Movie Man (text only)

by Dan Senn

 

Her family gathered on the patio between the garage and the house. He found a chair near the barbeque and watched as the others talked. Their chairs were turned away -- their necks fixed in a consensus. In this place Stan was the camera they must avoid looking at.

It had been this way for twenty-two years. Early on he learned not to be too playful with the now grown nieces and nephews. It would only encourage vicious, circling attacks accompanied by grins of glitter from couched observers. From this he first learned the peculiar trait of the regularly victimized -- where kindness or openness was seen as a weakness, or as a ploy to use on future victims.

After a few minutes he stood and went up the steps into the kitchen to a chair in the corner behind the table collecting lunch. On this day Stan was dangerously angry. He was volatile. Nothing much could be lost anyways. An outburst would risk little. They had played the homosexual card years ago.

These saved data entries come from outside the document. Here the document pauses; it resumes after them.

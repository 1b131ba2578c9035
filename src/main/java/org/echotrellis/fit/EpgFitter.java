package org.echotrellis.fit;

import org.echotrellis.io.VoxelStatus;
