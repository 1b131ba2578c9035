package org.echotrellis.image;

/**
 * Fast PSF figures for many echo trains on one {@link KSpaceOrdering}: the weights are constant over
 * the lines of one echo, so h(x) = (1/L)·Σₑ aₑ·Gₑ(x) with Gₑ(x) = Σ_{j acquired by e}
 * exp(+i2π·(j − c)·x/L) tabulated once (E·L complex values, O(L²) to build). Each train then costs
 * O(E·L) multiply-adds and no allocation. Used by the design objectives that read PSF figures.
 * Not thread-safe (one workspace); one instance per thread.
 */
public final class PsfKernel {
    private final int lines;
    private final int echoes;
    private final int centreEcho;
    private final double[] gRe;
    private final double[] gIm;
    private final double[] work;

    /** @param ordering the ordering (its tables are built here) */
    public PsfKernel(KSpaceOrdering ordering) {
        lines = ordering.lines();
        echoes = ordering.echoes();
        int[] echoOf = ordering.echoOfLine();
        centreEcho = echoOf[ordering.centreLine()];
        int c = ordering.centreLine();
        double[] cos = new double[lines];
        double[] sin = new double[lines];
        for (int i = 0; i < lines; i++) {
            cos[i] = Math.cos(2 * Math.PI * i / lines);
            sin[i] = Math.sin(2 * Math.PI * i / lines);
        }
        gRe = new double[echoes * lines];
        gIm = new double[echoes * lines];
        for (int j = 0; j < lines; j++) {
            int row = echoOf[j] * lines;
            long u = j - c;
            for (int i = 0; i < lines; i++) {
                int t = (int) Math.floorMod(u * (i - c), (long) lines);
                gRe[row + i] += cos[t];
                gIm[row + i] += sin[t];
            }
        }
        work = new double[lines];
    }

    /** @return the number of lines L */
    public int lines() {
        return lines;
    }

    /** @return the 0-based echo at k = 0 */
    public int centreEcho() {
        return centreEcho;
    }

    /**
     * @param echoes echo amplitudes, at least E values; their magnitudes are the weights (not modified)
     * @param out receives the centred PSF magnitude, length L (NaN when the centre echo is 0)
     * @return {@code out}
     */
    double[] psf(double[] echoes, double[] out) {
        if (echoes.length < this.echoes || out.length != lines) {
            throw new IllegalArgumentException("need " + this.echoes + " echoes and an output of " + lines
                    + " values, got " + echoes.length + " and " + out.length);
        }
        double wc = Math.abs(echoes[centreEcho]);
        double norm = 1.0 / (lines * wc);
        for (int i = 0; i < lines; i++) {
            double sr = 0;
            double si = 0;
            for (int e = 0, row = i; e < this.echoes; e++, row += lines) {
                double a = Math.abs(echoes[e]);
                sr += a * gRe[row];
                si += a * gIm[row];
            }
            out[i] = wc == 0 ? Double.NaN : Math.sqrt(sr * sr + si * si) * norm;
        }
        return out;
    }

    /**
     * @param echoes echo amplitudes (magnitudes are used; not modified)
     * @return the PSF figures (uses this kernel's workspace)
     */
    public PsfFigures figures(double[] echoes) {
        return PointSpread.figures(psf(echoes, work));
    }
}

In Stan's illegal work of this day, he had long ago cultivated a detachment to the snub of little people. Yet with these, he could never adjust. Their incivility cut him now as it had when he was eighteen and would not leave without their daughter. For awhile there he believed that by having children, minds would change. With all hope gone now, his tactics these days was to spread out the humiliations to once a year -- to an infrequency that a daughter with unavoidable feelings could bear.

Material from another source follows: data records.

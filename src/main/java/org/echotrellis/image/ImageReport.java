package org.echotrellis.image;

import java.util.List;

/**
 * Result of {@link FseImaging#analyse}: the ordering, the echo times, every tissue's figures and
 * every tissue pair's contrast.
 *
 * @param ordering k-space ordering
 * @param echoTimesMs echo times of the train in ms (copied)
 * @param tissues per-tissue figures, in input order
 * @param pairs every pair (i &lt; j) in input order
 * @param noiseSd noise standard deviation per pixel, or NaN
 */
public record ImageReport(KSpaceOrdering ordering, double[] echoTimesMs, List<TissueImage> tissues,
                          List<ContrastPair> pairs, double noiseSd) {
    /**
     * Copies.
     *
     * @param ordering k-space ordering
     * @param echoTimesMs echo times of the train in ms (copied)
     * @param tissues per-tissue figures, in input order
     * @param pairs every pair (i &lt; j) in input order
     * @param noiseSd noise standard deviation per pixel, or NaN
     */
    public ImageReport {
        echoTimesMs = echoTimesMs.clone();
        tissues = List.copyOf(tissues);
        pairs = List.copyOf(pairs);
    }

    /** @return echo times of the train in ms (a copy) */
    @Override
    public double[] echoTimesMs() {
        return echoTimesMs.clone();
    }
}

As he sat there fuming behind the German patato salad, a niece came from outside and leaned up against the refridgerator. Her head was still turned away when his mouth opened and said, "Come sit and talk with me. I promise not to bite you."

Her spirit jumped from her side.
Hysterically.
Then back again.

It was Stacy, a pretty college student to be and twenty-two years his junior. She slinked into the chair next to him and he began by asking some questions. She would be going to the same college her Aunt Marilyn and Uncle Stan had once attended. The dormatories were coed now. Same food service. She would even be studying art and with some of the same professors that had once twisted Stan's mind.

Forgetting the camera now, the new rules attracted her sister to the table. Marilyn joined them and they all talked. Amy was studying to become a doctor. She had fallen in love with books and a noble professor. Her grades were very good. The attachments to this place were becoming weak, week-by-week.

As the screen door opened the sisters glanced nervously out at the patio people, leaping now to camera-conscious stiffness, then back to a shmoosing comfort, they oft times spied him, breaking character -- this strange Uncle Stan man who no one asked about.